> _Goal of the exercise_
Each line below that carries the string "word" must appear in the answer.

> _Provided records_
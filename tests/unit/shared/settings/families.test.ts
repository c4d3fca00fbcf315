import fc from 'fast-check'
import { describe, expect, it } from 'vitest'
import { families, familyNames, fieldsNamed } from '../../../../shared/settings/families'
import { setupFieldNames, setupFields } from '../../../../shared/settings/fields'
import { moveFieldNames, zoneFieldNames } from '../../../../shared/settings/move-fields'
import { isValuePlace, ruleNameOf } from '../../../../shared/settings/value-place'

const rowed = (section: string) => (section === 'move' || section === 'zone' ? { row: 1 } : {})

describe('families', () => {
  it.each(familyNames)('%s has members that the format knows, each once', (name) => {
    const members = fieldsNamed(name)
    expect(members.length).toBeGreaterThan(1)
    expect(members.map(ruleNameOf)).toEqual([...families[name].members])
    expect(members.filter(member => !isValuePlace({ ...member, ...rowed(member.section) }))).toEqual([])
    expect(new Set(families[name].members).size).toBe(members.length)
  })

  it('no family bears the name of a field', () => {
    const fields = new Set<string>([...setupFieldNames, ...moveFieldNames, ...zoneFieldNames])
    expect(familyNames.filter(name => fields.has(name))).toEqual([])
  })

  it('every percentage of the unit’s force that bounds it is a force limit, and every force limit a limit', () => {
    const force = setupFieldNames.filter((name) => {
      const field = setupFields[name]
      return field.type === 'number' && field.unit.linear === '%' && (field.group === 'force' || field.group === 'homing')
    })
    expect(families['force-limits'].members).toEqual(expect.arrayContaining([...force, 'move.forceLimit']))
    expect(families.limits.members).toEqual(expect.arrayContaining([...families['force-limits'].members]))
    expect(families.limits.members).toEqual(expect.arrayContaining(setupFieldNames.filter(name => /Limit(Positive|Negative)?$|^softLimit/.test(name))))
  })

  it('every speed and every acceleration is in its family', () => {
    const withUnit = (unit: string) => setupFieldNames.filter((name) => {
      const field = setupFields[name]
      return field.type === 'number' && field.unit.linear === unit
    })
    expect(families.speeds.members).toEqual(expect.arrayContaining(withUnit('mm/s')))
    expect(families.accelerations.members).toEqual(expect.arrayContaining(withUnit('mm/s²')))
  })
})

describe('fieldsNamed', () => {
  it('finds a bare name in every section that has it', () => {
    expect(fieldsNamed('thrustLimit')).toEqual([{ section: 'setup', field: 'thrustLimit' }])
    expect(fieldsNamed('pressSpeed')).toEqual([{ section: 'setup', field: 'pressSpeed' }, { section: 'move', field: 'pressSpeed' }])
    expect(fieldsNamed('target')).toEqual([{ section: 'move', field: 'target' }])
    expect(fieldsNamed('from')).toEqual([{ section: 'zone', field: 'from' }])
  })

  it('takes the names of rules and of the drive’s own values', () => {
    expect(fieldsNamed('move.speed')).toEqual([{ section: 'move', field: 'speed' }])
    expect(fieldsNamed('zone.to')).toEqual([{ section: 'zone', field: 'to' }])
    expect(fieldsNamed('extra:K-017')).toEqual([{ section: 'extra', field: 'K-017' }])
  })

  it.each(['thrust', '', 'extra:', `extra:${'x'.repeat(65)}`, 'move.', 'move.thrustLimit', 'zone.target', 'setup.thrustLimit', 'toString', 'move.toString', '__proto__'])('knows no field %j', (word) => {
    expect(fieldsNamed(word)).toEqual([])
  })

  it('law: answers the very field that a rule would name', () => {
    const names = [...setupFieldNames, ...moveFieldNames.map(name => `move.${name}`), ...zoneFieldNames.map(name => `zone.${name}`), 'extra:K-017']
    fc.assert(fc.property(fc.constantFrom(...names), (name) => {
      expect(fieldsNamed(name).map(ruleNameOf)).toContain(name)
    }))
  })
})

> _Completed exercise_
  it.each(['thrust', '', 'extra:', `extra:${'x'.repeat(65)}`, 'move.', 'move.thrustLimit', 'zone.target', 'setup.thrustLimit', 'toString', 'move.toString', '__proto__'])('knows no field %j', (word) => {
    expect(fieldsNamed(word)).toEqual([])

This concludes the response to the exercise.